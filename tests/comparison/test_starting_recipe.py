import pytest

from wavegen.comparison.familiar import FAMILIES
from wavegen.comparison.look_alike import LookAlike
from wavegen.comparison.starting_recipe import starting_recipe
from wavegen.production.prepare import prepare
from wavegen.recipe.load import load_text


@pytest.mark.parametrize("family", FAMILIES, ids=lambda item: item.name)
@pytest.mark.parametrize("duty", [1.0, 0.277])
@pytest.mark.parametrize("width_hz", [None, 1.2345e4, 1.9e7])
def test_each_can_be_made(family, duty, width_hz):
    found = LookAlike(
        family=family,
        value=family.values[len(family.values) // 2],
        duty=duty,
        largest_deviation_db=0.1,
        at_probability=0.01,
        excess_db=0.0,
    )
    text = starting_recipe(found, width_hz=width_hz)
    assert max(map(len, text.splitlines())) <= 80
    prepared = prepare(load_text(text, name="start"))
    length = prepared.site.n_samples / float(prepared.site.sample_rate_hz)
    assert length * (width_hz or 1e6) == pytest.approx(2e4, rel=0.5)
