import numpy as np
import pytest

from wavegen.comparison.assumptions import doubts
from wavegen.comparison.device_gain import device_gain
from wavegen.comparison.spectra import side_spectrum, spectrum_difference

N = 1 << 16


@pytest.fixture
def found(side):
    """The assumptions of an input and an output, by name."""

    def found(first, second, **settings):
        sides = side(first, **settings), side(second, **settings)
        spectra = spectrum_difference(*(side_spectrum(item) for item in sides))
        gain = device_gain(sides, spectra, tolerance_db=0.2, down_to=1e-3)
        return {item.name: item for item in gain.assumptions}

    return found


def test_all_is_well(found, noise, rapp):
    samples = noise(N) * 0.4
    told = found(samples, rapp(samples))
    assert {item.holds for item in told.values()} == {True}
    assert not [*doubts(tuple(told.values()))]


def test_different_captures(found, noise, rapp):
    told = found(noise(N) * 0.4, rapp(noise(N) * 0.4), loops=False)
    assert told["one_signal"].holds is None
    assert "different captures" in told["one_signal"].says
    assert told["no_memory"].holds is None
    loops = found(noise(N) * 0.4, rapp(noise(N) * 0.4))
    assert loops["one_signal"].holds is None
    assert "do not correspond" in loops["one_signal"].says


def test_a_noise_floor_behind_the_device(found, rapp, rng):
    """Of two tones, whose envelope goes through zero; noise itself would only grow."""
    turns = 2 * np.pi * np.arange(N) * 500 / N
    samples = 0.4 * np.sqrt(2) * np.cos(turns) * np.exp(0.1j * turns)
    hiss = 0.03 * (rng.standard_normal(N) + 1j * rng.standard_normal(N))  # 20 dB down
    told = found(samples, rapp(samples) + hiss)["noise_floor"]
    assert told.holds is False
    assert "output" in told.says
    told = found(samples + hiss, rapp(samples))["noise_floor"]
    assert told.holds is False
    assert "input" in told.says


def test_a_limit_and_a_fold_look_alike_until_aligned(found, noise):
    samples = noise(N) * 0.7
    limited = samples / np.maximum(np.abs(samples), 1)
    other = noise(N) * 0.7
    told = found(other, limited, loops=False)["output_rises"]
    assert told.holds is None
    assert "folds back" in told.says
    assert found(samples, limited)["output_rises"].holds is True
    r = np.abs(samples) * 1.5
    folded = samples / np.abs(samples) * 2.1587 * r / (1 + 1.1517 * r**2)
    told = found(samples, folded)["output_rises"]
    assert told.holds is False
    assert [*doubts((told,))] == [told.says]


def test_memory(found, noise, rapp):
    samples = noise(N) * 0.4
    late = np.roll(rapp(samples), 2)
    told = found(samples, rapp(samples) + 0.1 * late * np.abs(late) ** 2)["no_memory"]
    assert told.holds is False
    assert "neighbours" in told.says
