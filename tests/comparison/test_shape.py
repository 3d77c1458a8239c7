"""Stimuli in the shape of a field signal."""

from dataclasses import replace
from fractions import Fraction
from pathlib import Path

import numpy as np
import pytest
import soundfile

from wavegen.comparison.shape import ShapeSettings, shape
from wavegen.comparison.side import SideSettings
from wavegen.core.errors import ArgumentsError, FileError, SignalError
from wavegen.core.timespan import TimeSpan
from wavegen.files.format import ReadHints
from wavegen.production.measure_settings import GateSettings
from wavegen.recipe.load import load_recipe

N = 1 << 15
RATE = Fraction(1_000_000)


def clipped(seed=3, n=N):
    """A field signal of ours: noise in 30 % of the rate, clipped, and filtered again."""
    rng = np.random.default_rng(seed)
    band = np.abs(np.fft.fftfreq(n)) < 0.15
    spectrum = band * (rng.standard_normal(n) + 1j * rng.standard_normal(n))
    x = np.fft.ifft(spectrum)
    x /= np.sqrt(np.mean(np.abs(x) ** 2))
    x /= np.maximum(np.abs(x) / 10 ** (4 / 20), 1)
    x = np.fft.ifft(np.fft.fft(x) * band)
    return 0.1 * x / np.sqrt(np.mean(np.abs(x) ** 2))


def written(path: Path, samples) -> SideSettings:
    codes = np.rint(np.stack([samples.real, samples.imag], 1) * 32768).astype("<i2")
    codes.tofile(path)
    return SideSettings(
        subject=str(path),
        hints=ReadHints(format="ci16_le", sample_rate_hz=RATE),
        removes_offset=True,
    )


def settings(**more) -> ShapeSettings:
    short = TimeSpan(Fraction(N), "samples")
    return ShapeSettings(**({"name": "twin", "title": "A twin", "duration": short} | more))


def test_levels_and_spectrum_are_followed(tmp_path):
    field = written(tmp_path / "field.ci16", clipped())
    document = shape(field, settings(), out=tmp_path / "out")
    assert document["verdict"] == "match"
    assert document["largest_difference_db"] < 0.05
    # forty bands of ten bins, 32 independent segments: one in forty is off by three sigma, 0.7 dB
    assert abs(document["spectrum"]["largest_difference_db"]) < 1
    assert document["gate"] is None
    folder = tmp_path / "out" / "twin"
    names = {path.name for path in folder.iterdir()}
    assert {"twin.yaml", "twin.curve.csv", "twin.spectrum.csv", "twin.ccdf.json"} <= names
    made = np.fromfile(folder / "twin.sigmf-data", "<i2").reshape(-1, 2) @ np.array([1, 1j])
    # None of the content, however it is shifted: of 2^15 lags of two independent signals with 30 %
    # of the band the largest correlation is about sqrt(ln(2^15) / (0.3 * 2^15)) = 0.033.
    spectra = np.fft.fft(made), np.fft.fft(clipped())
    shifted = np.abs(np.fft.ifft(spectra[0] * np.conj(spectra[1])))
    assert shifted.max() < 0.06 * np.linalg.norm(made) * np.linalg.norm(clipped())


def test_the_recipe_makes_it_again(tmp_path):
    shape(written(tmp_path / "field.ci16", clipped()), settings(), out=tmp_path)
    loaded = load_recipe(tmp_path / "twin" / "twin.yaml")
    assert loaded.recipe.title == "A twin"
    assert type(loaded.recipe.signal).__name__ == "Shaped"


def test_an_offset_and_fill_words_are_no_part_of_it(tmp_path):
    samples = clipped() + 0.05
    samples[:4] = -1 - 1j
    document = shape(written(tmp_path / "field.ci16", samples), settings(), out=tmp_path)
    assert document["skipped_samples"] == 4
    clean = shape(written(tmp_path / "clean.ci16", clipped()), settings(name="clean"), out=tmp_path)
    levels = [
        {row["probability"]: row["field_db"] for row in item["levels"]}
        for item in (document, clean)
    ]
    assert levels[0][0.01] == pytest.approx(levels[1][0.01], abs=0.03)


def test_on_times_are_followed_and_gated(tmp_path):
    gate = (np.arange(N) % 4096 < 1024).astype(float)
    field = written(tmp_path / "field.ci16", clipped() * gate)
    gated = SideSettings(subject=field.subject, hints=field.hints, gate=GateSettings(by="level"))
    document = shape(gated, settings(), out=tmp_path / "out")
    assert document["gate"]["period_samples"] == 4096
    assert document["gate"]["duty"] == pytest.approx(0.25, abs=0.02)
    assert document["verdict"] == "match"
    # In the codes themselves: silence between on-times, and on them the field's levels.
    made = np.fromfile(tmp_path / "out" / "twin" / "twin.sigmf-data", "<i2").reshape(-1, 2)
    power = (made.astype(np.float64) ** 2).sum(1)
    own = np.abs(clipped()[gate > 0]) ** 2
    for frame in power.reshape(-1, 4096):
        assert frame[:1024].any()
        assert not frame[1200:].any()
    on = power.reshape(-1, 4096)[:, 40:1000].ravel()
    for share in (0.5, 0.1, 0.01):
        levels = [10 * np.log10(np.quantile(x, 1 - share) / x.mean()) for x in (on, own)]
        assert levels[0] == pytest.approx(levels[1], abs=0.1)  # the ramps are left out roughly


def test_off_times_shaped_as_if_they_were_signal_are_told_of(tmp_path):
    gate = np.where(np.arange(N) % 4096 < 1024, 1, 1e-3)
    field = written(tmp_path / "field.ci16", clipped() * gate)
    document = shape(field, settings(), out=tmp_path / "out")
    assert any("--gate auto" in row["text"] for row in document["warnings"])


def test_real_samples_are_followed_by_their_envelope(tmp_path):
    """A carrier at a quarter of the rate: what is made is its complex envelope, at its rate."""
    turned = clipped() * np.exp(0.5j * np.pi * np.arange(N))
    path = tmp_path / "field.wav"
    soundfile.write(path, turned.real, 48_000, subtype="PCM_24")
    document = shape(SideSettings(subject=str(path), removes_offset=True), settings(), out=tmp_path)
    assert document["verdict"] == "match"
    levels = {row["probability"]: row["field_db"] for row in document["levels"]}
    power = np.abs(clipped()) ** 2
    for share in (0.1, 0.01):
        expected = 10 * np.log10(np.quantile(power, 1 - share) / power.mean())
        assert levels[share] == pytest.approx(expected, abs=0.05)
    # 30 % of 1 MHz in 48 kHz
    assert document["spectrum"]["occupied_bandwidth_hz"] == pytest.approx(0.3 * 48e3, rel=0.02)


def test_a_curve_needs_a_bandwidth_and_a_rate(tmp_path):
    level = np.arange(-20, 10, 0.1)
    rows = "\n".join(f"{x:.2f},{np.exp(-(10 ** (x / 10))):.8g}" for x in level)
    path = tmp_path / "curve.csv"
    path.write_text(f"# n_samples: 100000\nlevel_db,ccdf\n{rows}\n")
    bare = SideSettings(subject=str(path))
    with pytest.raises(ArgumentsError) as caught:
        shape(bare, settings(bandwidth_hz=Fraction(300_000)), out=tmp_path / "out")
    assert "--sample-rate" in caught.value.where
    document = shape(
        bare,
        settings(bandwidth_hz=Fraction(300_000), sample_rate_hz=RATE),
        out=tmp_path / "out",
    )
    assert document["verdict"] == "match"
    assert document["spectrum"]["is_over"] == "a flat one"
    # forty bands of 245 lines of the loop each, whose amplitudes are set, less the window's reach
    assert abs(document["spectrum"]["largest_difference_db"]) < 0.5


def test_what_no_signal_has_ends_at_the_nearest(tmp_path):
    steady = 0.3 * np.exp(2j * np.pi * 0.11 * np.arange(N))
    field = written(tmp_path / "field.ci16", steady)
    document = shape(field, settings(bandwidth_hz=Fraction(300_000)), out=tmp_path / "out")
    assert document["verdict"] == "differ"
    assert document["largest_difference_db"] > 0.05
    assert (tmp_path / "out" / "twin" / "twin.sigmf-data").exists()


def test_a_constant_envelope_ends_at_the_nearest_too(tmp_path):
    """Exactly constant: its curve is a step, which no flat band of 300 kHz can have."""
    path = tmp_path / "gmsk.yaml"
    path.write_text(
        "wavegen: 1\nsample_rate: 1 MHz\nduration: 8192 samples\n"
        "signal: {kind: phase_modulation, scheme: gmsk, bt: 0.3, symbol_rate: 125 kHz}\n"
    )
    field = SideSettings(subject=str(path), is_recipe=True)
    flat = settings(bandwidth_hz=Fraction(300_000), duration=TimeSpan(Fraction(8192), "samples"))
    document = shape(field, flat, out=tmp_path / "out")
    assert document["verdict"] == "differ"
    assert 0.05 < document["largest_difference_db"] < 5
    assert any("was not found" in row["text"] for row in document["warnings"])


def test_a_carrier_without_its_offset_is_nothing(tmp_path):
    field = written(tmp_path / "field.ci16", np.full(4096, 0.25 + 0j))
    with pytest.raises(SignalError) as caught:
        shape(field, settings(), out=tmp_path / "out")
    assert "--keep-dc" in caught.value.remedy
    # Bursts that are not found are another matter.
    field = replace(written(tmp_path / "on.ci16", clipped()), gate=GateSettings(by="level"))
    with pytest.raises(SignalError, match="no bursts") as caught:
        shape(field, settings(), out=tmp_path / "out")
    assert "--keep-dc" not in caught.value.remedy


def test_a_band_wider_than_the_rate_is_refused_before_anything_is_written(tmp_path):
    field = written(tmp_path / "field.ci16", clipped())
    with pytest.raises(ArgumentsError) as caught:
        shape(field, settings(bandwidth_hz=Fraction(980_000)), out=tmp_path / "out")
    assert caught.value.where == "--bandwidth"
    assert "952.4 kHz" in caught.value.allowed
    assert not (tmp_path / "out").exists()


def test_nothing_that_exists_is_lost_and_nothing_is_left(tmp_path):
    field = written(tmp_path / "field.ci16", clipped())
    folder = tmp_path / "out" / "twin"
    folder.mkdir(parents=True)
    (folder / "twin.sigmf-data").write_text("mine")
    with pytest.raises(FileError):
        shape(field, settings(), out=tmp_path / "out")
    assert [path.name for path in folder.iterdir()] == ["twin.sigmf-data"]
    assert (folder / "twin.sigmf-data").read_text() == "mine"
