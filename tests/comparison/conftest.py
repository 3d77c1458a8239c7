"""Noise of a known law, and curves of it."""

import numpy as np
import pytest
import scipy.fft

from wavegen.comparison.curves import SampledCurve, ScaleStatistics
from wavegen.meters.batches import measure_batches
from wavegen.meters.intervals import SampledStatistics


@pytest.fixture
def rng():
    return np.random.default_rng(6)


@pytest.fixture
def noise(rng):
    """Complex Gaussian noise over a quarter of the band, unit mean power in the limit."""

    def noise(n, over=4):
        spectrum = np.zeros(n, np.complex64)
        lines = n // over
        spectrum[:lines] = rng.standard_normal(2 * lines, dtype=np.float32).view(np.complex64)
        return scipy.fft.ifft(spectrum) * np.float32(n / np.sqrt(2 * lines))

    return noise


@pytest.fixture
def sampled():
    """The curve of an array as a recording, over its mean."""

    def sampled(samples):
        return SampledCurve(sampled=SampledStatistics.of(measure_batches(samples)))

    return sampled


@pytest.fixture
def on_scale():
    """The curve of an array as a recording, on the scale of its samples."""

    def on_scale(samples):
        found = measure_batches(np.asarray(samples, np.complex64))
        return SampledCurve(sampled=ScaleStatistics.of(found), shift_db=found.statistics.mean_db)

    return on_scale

Exercise directions
For this exercise, output exactly the lines above from the line with "assert max(map(len, text.splitlines()))" to the line with "return found", counting both, and leave out the rest.

Answer for this exercise
    assert max(map(len, text.splitlines())) <= 80
    prepared = prepare(load_text(text, name="start"))
    length = prepared.site.n_samples / float(prepared.site.sample_rate_hz)
    assert length * (width_hz or 1e6) == pytest.approx(2e4, rel=0.5)
import numpy as np
import pytest

from wavegen.comparison.assumptions import doubts
from wavegen.comparison.device_gain import device_gain
from wavegen.comparison.spectra import side_spectrum, spectrum_difference

N = 1 << 16


@pytest.fixture
def found(side):
    """The assumptions of an input and an output, by name."""

    def found(first, second, **settings):
        sides = side(first, **settings), side(second, **settings)
        spectra = spectrum_difference(*(side_spectrum(item) for item in sides))
        gain = device_gain(sides, spectra, tolerance_db=0.2, down_to=1e-3)
        return {item.name: item for item in gain.assumptions}

    return found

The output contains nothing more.